WASHINGTON The current housing slump, which began in late 2005, probably has another year to go before things turn around. Before it is over, home prices which had soared during the boom years will probably have fallen by the largest amount of any downturn in the post-World War II period.
The problems in housing have been a serious drag on the overall economy slashing more than a full percentage point off growth in some quarters. And those adverse effects will get worse in coming months, many private economists believe, reflecting the fallout from the severe credit crunch that hit in August.
The betting is that the overall economy will be able to avoid a recession, but it will be a close call with the point of maximum danger still ahead.
"I think the housing market has got another year of very weak sales, falling construction and lower home prices. And all of that assumes that the economy holds together reasonably well and we don't have a recession," said Mark Zandi, chief economist at Moody's Economy.com.
The biggest worry is that mortgage financing problems will grow even more severe, with soaring defaults dumping more homes onto an already glutted market, driving prices down further.
In a new report, the Joint Economic Committee estimates there will be 1.3 million foreclosures from mid-2007 through 2009 in subprime mortgages, loans provided to borrowers with weak credit histories.
Those foreclosures will wipe out an estimated $71 billion in housing wealth directly and another $32 billion indirectly by lowering the values of neighboring homes, according to the report by the JEC's Democratic staff. The report predicts that will end up costing states $917 million in lost property tax revenue through the end of 2009. The states of California, New York, New Jersey and Florida are expected to be among the biggest losers.
"We are looking at a tsunami of subprime foreclosures that has been hitting subprime borrowers hard and is on track to hit prime borrowers and the economy as well by lowering property values and reducing local tax revenues," said Sen. Charles Schumer, D-N.Y., who has been lobbying the Bush administration to provide more assistance to help homeowners avoid defaulting on their mortgages.
JEC economists caution that their forecast is heavily dependent on how much home prices decline during the slump. If the downturn turns out to be worse, it will mean even bigger price declines, more foreclosures and more dollar losses in both home values and property tax collections.
Home prices have declined close to 4 percent from their peak set in early 2006, according to the Standard & Poor's/Case-Schiller index. David Wyss, chief economist at Standard & Poor's, believes that before the downturn is over, home prices will fall by 11 percent, according to this gauge.
That would far surpass a 6.5 percent drop in prices, according to the Case-Schiller measurement that occurred in the 1990-91 housing downturn, the only other time this measurement has shown falling prices.
Other economists using different price measurements are also forecasting declines. The National Association of Realtors is predicting the median price of an existing home the point where half sell for more and half for less will fall by 1.5 percent this year, the first price decline on an annual basis on the group's records going back four decades.

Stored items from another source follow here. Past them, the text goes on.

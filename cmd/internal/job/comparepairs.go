package job

import (
	"math"
	"slices"

	"gatesill/fit"
	"gatesill/fit/gauge"
	"gatesill/report"
	"gatesill/store/record"
)

// changedPairs tells of the same devices measured in two lots which one moved by
// itself, more than the repeatability of the bench and what is common to all explain:
// a pair's own difference decides nothing in the comparison, but says whether a part
// has changed or was mixed up.
func changedPairs(ref, cand *report.Sheet, by fit.Key, rq CompareRequest) []fit.Warning {
	known := gauge.None()
	for _, s := range []*report.Sheet{ref, cand} {
		if r, ok := s.Repeatability[by]; ok && !(r.Value <= known.Value) {
			known = r
		}
	}
	histories := gauge.HistoryOf(append(measuredIn(ref, by, 0), measuredIn(cand, by, len(ref.Devices))...),
		gauge.HistoryOptions{Tempco: rq.Tempco.Float(), Known: known})
	var out []fit.Warning
	for i := range histories {
		h := &histories[i]
		for _, name := range h.ChangedDevices() {
			out = append(out, fit.Warning{Code: fit.CodeDeviceChanged, Text: "device " + name + ": " + h.Of(name)})
		}
	}
	return out
}

// measuredIn gives the devices of a lot, as measured on the one occasion of it.
func measuredIn(s *report.Sheet, by fit.Key, before int) []gauge.Measuring {
	var out []gauge.Measuring
	for i := range s.Devices {
		d := &s.Devices[i]
		q := d.Result.At(by)
		if d.Excluded || len(d.Sweeps) == 0 || !q.Ok() || math.IsInf(q.Value, 0) {
			continue
		}
		var session record.Session
		if k := slices.IndexFunc(s.Sessions, func(x record.Session) bool { return x.ID == d.Sweeps[0].SessionID }); k >= 0 {
			session = s.Sessions[k]
		}
		out = append(out, gauge.Measuring{
			Device: d.Name, Control: d.Role == record.Control, Value: q.Value, U: q.U, Sitting: s.Lot.ID,
			Occasion: "lot " + s.Lot.Name, Place: len(out) + 1, Rank: before + len(out) + 1, Temp: tempOf(&d.Sweeps[0], session),
		})
	}
	return out
}
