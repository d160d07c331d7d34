package job

import (
	"context"
	"errors"

	"gatesill/acquire/table"
	"gatesill/report"
	"gatesill/store"
	"gatesill/store/record"
)

// store puts one file into the store in one transaction.
func (im *importer) store(ctx context.Context, f *table.File, sweeps []table.Sweep) error {
	if im.db == nil {
		db, err := im.env.open(ctx, true, false)
		if err != nil {
			return err
		}
		im.db, im.made = db, true
	}
	session, next := im.session, im.next
	err := im.db.Update(ctx, func(tx *store.Tx) error {
		lot, err := im.lot(tx)
		if err != nil {
			return err
		}
		if err := im.setAside(tx, lot, f); err != nil {
			return err
		}
		src := record.Source{LotID: lot.ID, Name: f.Name, Hash: f.Hash, Size: f.Size, Layout: f.Layout, Dialect: mustJSON(f.Dialect), ImportedAt: record.Now()}
		if err := tx.AddSource(&src); err != nil {
			return err
		}
		devices, err := im.devices(tx, lot, sweeps)
		if err != nil {
			return err
		}
		if session, err = im.sessionFor(tx, lot, sweeps); err != nil {
			return err
		}
		rows := make([]record.Sweep, len(sweeps))
		for i := range sweeps {
			next++
			r := sweeps[i].Sweep
			r.LotID, r.DeviceID, r.SessionID, r.SourceID, r.Position = lot.ID, devices[sweeps[i].Device].ID, session, src.ID, next
			if im.bench != nil {
				r.Instruments = im.bench.Meters
			}
			rows[i] = r
		}
		if err := tx.AddSweeps(rows); err != nil {
			return err
		}
		if len(im.rq.Table.Map) > 0 && f.Dialect.Signature != "" {
			return tx.PutMapping(f.Dialect.Signature, im.rq.Table.Map)
		}
		return nil
	})
	if err != nil {
		return storeFailure(err)
	}
	im.session, im.next, im.stored = session, next, true
	for i := range sweeps {
		im.seen[sweeps[i].DataHash] = sweeps[i].Device
	}
	return nil
}

// setAside excludes the sweeps of earlier imports of the same bytes, so that
// reading a file again corrects what was said wrongly the first time. The rows
// stay, and the audit trail says why.
func (im *importer) setAside(tx *store.Tx, lot record.Lot, f *table.File) error {
	sources, err := tx.Sources(lot.ID)
	if err != nil {
		return err
	}
	same := map[string]bool{}
	for _, s := range sources {
		same[s.ID] = s.Hash == f.Hash
	}
	sweeps, err := tx.Sweeps(lot.ID, false)
	if err != nil {
		return err
	}
	n := 0
	for _, s := range sweeps {
		if same[s.SourceID] && !s.Excluded {
			n++
			if err := tx.ExcludeSweep(s.ID, true, "imported again from the same file"); err != nil {
				return err
			}
		}
	}
	if n > 0 {
		im.env.talk("%s: %s of its earlier import set aside", report.Clean(f.Name), count(n, "sweep"))
	}
	return nil
}

// lot gives the lot, made with its part when it is not there yet.
func (im *importer) lot(tx *store.Tx) (record.Lot, error) {
	lot, err := tx.Lot(im.rq.Lot)
	absent := errors.Is(err, store.ErrNotFound)
	if err != nil && !absent {
		return lot, err
	}
	if absent || im.rq.Channel != "" {
		if err := tx.PutPart(&im.part, "import"); err != nil {
			return lot, invalid(err)
		}
	}
	if absent {
		lot = record.Lot{Name: im.rq.Lot, PartID: im.part.ID, CreatedAt: record.Now()}
		err = tx.PutLot(&lot, "import")
		return lot, invalid(err)
	}
	return lot, nil
}

// devices gives the lot's devices by name, with the new ones of the file added.
func (im *importer) devices(tx *store.Tx, lot record.Lot, sweeps []table.Sweep) (map[string]record.Device, error) {
	have, err := tx.Devices(lot.ID)
	if err != nil {
		return nil, err
	}
	byName := make(map[string]record.Device, len(have)+len(sweeps))
	for _, d := range have {
		byName[d.Name] = d
	}
	var fresh []record.Device
	for i := range sweeps {
		s := &sweeps[i]
		if _, ok := byName[s.Device]; ok {
			continue
		}
		d := record.Device{
			LotID: lot.ID, Name: s.Device, Package: s.Package, Side: s.Side, DateCode: s.DateCode, Marking: s.Marking, Tube: s.Tube,
			Role: record.Sample, Note: s.Note, CreatedAt: record.Now(),
		}
		fresh = append(fresh, d)
		byName[s.Device] = d
	}
	if err := tx.AddDevices(lot.ID, fresh); err != nil {
		return nil, invalid(err)
	}
	for _, d := range fresh {
		byName[d.Name] = d
	}
	return byName, nil
}

// sessionFor gives the session of this import: the one of that name, or a new
// one when operator, fixture, bench or name were given, else none.
func (im *importer) sessionFor(tx *store.Tx, lot record.Lot, sweeps []table.Sweep) (string, error) {
	if im.session != "" {
		return im.session, nil
	}
	s := record.Session{Name: im.rq.Session, Operator: im.rq.Operator, Fixture: im.rq.Fixture, StartedAt: record.Now()}
	for i := range sweeps {
		t := &sweeps[i]
		if s.Operator == "" {
			s.Operator = t.Operator
		}
		if s.Fixture == "" {
			s.Fixture = t.Fixture
		}
		if t.Condition.TempOf == "ambient" {
			s.Ambient = s.Ambient.Else(t.Condition.Temp)
		}
	}
	if im.bench != nil {
		s.Bench = im.bench.Name
		if _, err := tx.AddBench(im.bench.Name, im.bench.Text); err != nil {
			return "", err
		}
	}
	if s.Name == "" && s.Operator == "" && s.Fixture == "" && s.Bench == "" {
		return "", nil
	}
	if s.Name != "" {
		have, err := tx.Sessions(lot.ID)
		if err != nil {
			return "", err
		}
		for _, h := range have {
			if h.Name == s.Name && h.Bench == s.Bench && h.Operator == s.Operator && h.Fixture == s.Fixture {
				return h.ID, nil
			}
		}
	}
	err := tx.AddSession(&s)
	return s.ID, err
}
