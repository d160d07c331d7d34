package job

import (
	"context"
	"io"
	"strings"

	"gatesill/fit"
	"gatesill/report"
	"gatesill/store"
	"gatesill/store/record"
)

// setOf finds the set that a text means: its name, number, or the beginning of its
// id.
func setOf(tx *store.Tx, text string) (record.Set, error) {
	list, err := tx.FindSets(text)
	switch {
	case err != nil:
		return record.Set{}, err
	case len(list) == 0:
		return record.Set{}, failed("gatesill set list shows the sets", "set %q: not in this store", text)
	case len(list) > 1:
		var names []string
		for _, s := range list {
			names = append(names, s.Name)
		}
		return record.Set{}, Usage("give its name or number", "set %q: the ids of %d sets begin so: %s", text, len(list), strings.Join(names, ", "))
	}
	return list[0], nil
}

// SetList lists the sets with a device of the lot; lot "": all.
func SetList(ctx context.Context, env *Env, lot string) error {
	var sets []record.Set
	err := env.view(ctx, func(tx *store.Tx) error {
		id := ""
		if lot != "" {
			l, _, err := lotOf(tx, lot)
			if err != nil {
				return err
			}
			id = l.ID
		}
		var err error
		sets, err = tx.Sets(id)
		return err
	})
	if err != nil {
		return err
	}
	if env.JSON {
		return report.SetsJSON(env.Out, sets)
	}
	return report.SetsTable(env.Out, sets, env.style())
}

// SetShow shows one set: what it is for, its devices then and now, what became of
// it; or, with labels, the lines to print on labels into that file.
func SetShow(ctx context.Context, env *Env, text, labels string) error {
	var f report.SetFile
	err := env.view(ctx, func(tx *store.Tx) (err error) {
		if f.Set, err = setOf(tx, text); err != nil {
			return err
		}
		f.Changes, err = tx.Changes("set", f.ID)
		return err
	})
	if err != nil {
		return err
	}
	if labels != "" {
		return env.WriteFile(labels, func(w io.Writer) error { return report.SetLabels(w, &f.Set) })
	}
	f.Now = map[string]fit.Result{}
	o := SheetOptions{ReadOnly: true, Idle: f.At}
	if report.LeadingKey(&f.Set) == fit.KeyVgsth {
		o = SheetOptions{ReadOnly: true, At: f.At}
	}
	read := map[string]bool{}
	for _, m := range f.Members {
		if read[m.Lot] {
			continue
		}
		read[m.Lot] = true
		s, err := env.Sheet(ctx, m.Lot, o)
		if err != nil {
			return err
		}
		for _, d := range s.Devices {
			f.Now[d.ID] = d.Result
		}
	}
	if env.JSON {
		return report.SetJSON(env.Out, f)
	}
	return report.SetCard(env.Out, f, env.style())
}

// SetUse marks a reserved set as built into a unit; unit "" is the one that it was
// reserved for.
func SetUse(ctx context.Context, env *Env, text, unit, reason string) error {
	return env.changeSet(ctx, text, func(tx *store.Tx, s record.Set) (record.Set, error) {
		switch {
		case s.State == record.Released:
			return s, failed("gatesill match LOT --lock NUMBER makes a new one", "set %s was released, and does not come back", s.Name)
		case unit == "" && s.Unit == "":
			return s, Usage("--unit 'amplifier 7'", "set %s: used in which unit?", s.Name)
		case s.State == record.Used && (unit == "" || unit == s.Unit):
			return s, failed("gatesill set show "+Quote(s.Name), "set %s is %s already", s.Name, report.SetStateWords(&s))
		case s.State == record.Used && reason == "":
			return s, Usage("--reason 'moved to the other amplifier'", "set %s is %s: moved to another only with a reason", s.Name, report.SetStateWords(&s))
		}
		out, why, err := excludedOf(tx, &s)
		if err != nil {
			return s, err
		}
		if len(out) > 0 {
			return s, failed("gatesill set release "+Quote(s.Name)+" --reason WORDS, or gatesill device include", "set %s: %s excluded since it was made (%s): it is not used like that",
				s.Name, strings.Join(out, ", ")+map[bool]string{true: " was", false: " were"}[len(out) == 1], strings.Join(why, "; "))
		}
		return tx.UseSet(s.ID, unit, reason)
	})
}

// SetRelease gives the devices of a set free.
func SetRelease(ctx context.Context, env *Env, text, reason string) error {
	if reason == "" {
		return Usage("--reason 'one of them failed'", "a set is released only with a reason")
	}
	return env.changeSet(ctx, text, func(tx *store.Tx, s record.Set) (record.Set, error) {
		if s.State == record.Released {
			return s, failed("gatesill set show "+Quote(s.Name), "set %s was released already", s.Name)
		}
		return tx.ReleaseSet(s.ID, reason)
	})
}

// excludedOf names the devices of a set that are left out of everything by now, with
// the reasons.
func excludedOf(tx *store.Tx, s *record.Set) (names, why []string, err error) {
	for _, m := range s.Members {
		d, err := tx.DeviceByID(m.DeviceID)
		if err != nil {
			return nil, nil, err
		}
		if d.Excluded {
			names, why = append(names, d.Name), append(why, first(d.Why, "no reason given"))
		}
	}
	return names, why, nil
}

func (e *Env) changeSet(ctx context.Context, text string, change func(*store.Tx, record.Set) (record.Set, error)) error {
	var s record.Set
	var out []string
	err := e.update(ctx, false, func(tx *store.Tx) error {
		found, err := setOf(tx, text)
		if err != nil {
			return err
		}
		if s, err = change(tx, found); err != nil {
			return invalid(err)
		}
		out, _, err = excludedOf(tx, &s)
		return err
	})
	if err != nil {
		return err
	}
	if e.JSON {
		return report.SetsJSON(e.Out, []record.Set{s})
	}
	e.talk("set %s is %s", report.Clean(s.Name), report.SetStateWords(&s))
	if s.State == record.Released {
		e.talk("%s of it can be given out again; gatesill device exclude NAME --lot LOT --reason WORDS keeps one out that is damaged", count(len(s.Members)-len(out), "device"))
	}
	return nil
}

// SetNames lists the names of sets, for completion; nothing when there is no store.
func SetNames(ctx context.Context, env *Env) []string {
	var out []string
	quiet := *env
	quiet.Err = io.Discard
	_ = quiet.view(ctx, func(tx *store.Tx) error { // completion has nobody to tell an error
		sets, err := tx.Sets("")
		for _, s := range sets {
			if s.State != record.Released && !strings.ContainsAny(s.Name, "\n\t") {
				out = append(out, s.Name)
			}
		}
		return err
	})
	return out
}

Before the slump ends, Zandi said, he believes median existing home prices using the Realtors' measurement will fall 10.4 percent, making this the biggest downturn in terms of prices since the Great Depression of the 1930s, when home prices dropped by about one-third.
Economists stress that the price weakness must be viewed in the context of an unprecedented run-up in prices that occurred during a five-year boom in home sales, a period that some economists believe reflected a speculative bubble that pushed prices well past affordability levels in many parts of the country.

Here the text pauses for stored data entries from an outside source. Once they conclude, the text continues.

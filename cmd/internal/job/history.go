package job

import (
	"context"
	"fmt"
	"math"
	"slices"
	"strings"

	"gatesill/fit"
	"gatesill/fit/compare"
	"gatesill/fit/lot"
	"gatesill/report"
	"gatesill/store"
	"gatesill/store/record"
)

// history gives the spread of the same part in earlier lots that were measured
// under like conditions, for a lot too small to judge itself; nil when the lot
// is large enough or there is none. The other lots are fitted again from their
// sweeps, at this lot's currents: how much a curve departs at a current depends on
// the currents it is fitted over, so that no kept number would do.
func history(ctx context.Context, db *store.DB, s *report.Sheet, method string) (*lot.Known, error) {
	if measured := s.Counts().Measured; measured == 0 || !lot.TooFew(measured) {
		return nil, nil
	}
	like, currents := conditions(s), lot.Currents(lotDevices(s))
	var past []lot.Spread
	err := db.View(ctx, func(tx *store.Tx) error {
		names, err := tx.LotsOfPart(s.Part.ID)
		if err != nil {
			return err
		}
		for _, name := range names {
			if name == s.Lot.Name {
				continue
			}
			other, sweeps, err := load(tx, name)
			if err != nil {
				return err
			}
			placeSweeps(&other, sweeps)
			if !slices.Equal(conditions(&other), like) {
				continue
			}
			other.TestCurrent, other.IdleCurrent = s.TestCurrent, s.IdleCurrent
			if err := fitSheet(ctx, &other, method, lastDigitsOf(&other)); err != nil {
				return err
			}
			other.SortedBy = s.SortedBy
			judge(&other, lot.SpreadOptions{Currents: currents})
			past = append(past, other.Spread)
		}
		return nil
	})
	return lot.Pool(past), err
}

// conditions are what must be alike for the spread of one lot to hold for
// another: circuit, drain voltage where it is held, dc or pulsed. Temperature
// shifts a lot as a whole and does not widen it.
func conditions(s *report.Sheet) []string {
	var out []string
	counted(s, func(sw *report.Sweep) {
		if key := conditionOf(&sw.Condition); !slices.Contains(out, key) {
			out = append(out, key)
		}
	})
	slices.Sort(out)
	return out
}

// conditionOf tells circuit, held drain voltage and kind of current in words.
func conditionOf(c *record.Condition) string {
	words := []string{first(string(c.Circuit), "circuit not given")}
	if c.Circuit == record.Fixed {
		words = append(words, "V_DS "+first(c.VDS.String(), "not given"))
	}
	if c.Pulsed != "" {
		words = append(words, c.Pulsed)
	}
	return strings.Join(words, " ")
}

// counted calls f for every sweep that counts.
func counted(s *report.Sheet, f func(*report.Sweep)) {
	for i := range s.Devices {
		d := &s.Devices[i]
		for j := range d.Sweeps {
			if sw := &d.Sweeps[j]; !d.Excluded && !sw.Excluded && sw.Result.State != fit.Excluded {
				f(sw)
			}
		}
	}
}

// warmer is the difference of temperature from which devices are not measured
// alike: some ten millivolts at the slopes of [fit.UsualSlope].
const warmer = compare.Apart // K

// unlike says when the sweeps of a lot were not taken under like conditions:
// what then looks like spread, or like two populations, may be the bench's.
func unlike(s *report.Sheet) (fit.Warning, bool) {
	var differ []string
	if all := conditions(s); len(all) > 1 {
		differ = append(differ, strings.Join(all, "; "))
	}
	low, high := math.Inf(1), math.Inf(-1)
	counted(s, func(sw *report.Sweep) {
		if t, ok := sw.Condition.Temp.Get(); ok {
			low, high = min(low, t), max(high, t)
		}
	})
	if high-low > warmer {
		differ = append(differ, fmt.Sprintf("%.4g to %.4g °C", low, high))
	}
	if differ == nil {
		return fit.Warning{}, false
	}
	return fit.Warning{Code: fit.CodeUnlikeConditions, Text: "not all sweeps were taken under like conditions (" + strings.Join(differ, "; ") +
		"): differences between devices may be the bench's"}, true
}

"We had a surge in investor demand, an explosion in the availability of credit and builders who became overly optimistic. All these things came together to whip the market into a frenzy, creating a huge bubble that is now bursting," Zandi said.
In terms of construction, Zandi said he was looking for building activity to drop by 54 percent from the high to the trough this time around. That would compare with a 66 percent plunge in housing construction during the 1980s slump, a period when mortgage rates hit double-digit levels, and a 36 percent fall in construction during the 1990-91 housing downturn.
The current housing slump has definitely meant dark days in the industry. The National Association of Home Builders saw its survey of builder confidence drop to an all-time low in October as builders faced a wave of cancellations of sales contracts brought on by the credit crunch, causing lenders to tighten lending standards. The availability of certain mortgage products such as jumbo loans, loans of over $417,000, all but dried up for a time, a serious setback for high-cost areas of the country such as California.
David Seiders, the home builders' chief economist, said he believes housing will gradually stabilize in the next year with sales hitting a low-point in the first quarter and then starting to move higher, a development that will help clear out record-high inventories of unsold homes. He said construction will not hit bottom until the spring and housing will remain a drag on the economy through the middle of next year, with prices likely to continue falling until the end of the year.
He predicted the Federal Reserve, which in September cut a key interest rate for the first time in four years, will keep cutting rates until Fed officials can be sure the housing downturn will not trigger a full-blown recession. The Fed meets again next Tuesday and Wednesday.
"The key to turning this around will be keeping the economy's fundamentals strong," Seiders said. "We believe job growth will remain solid, personal incomes will continue growing and interest rates will be well-behaved."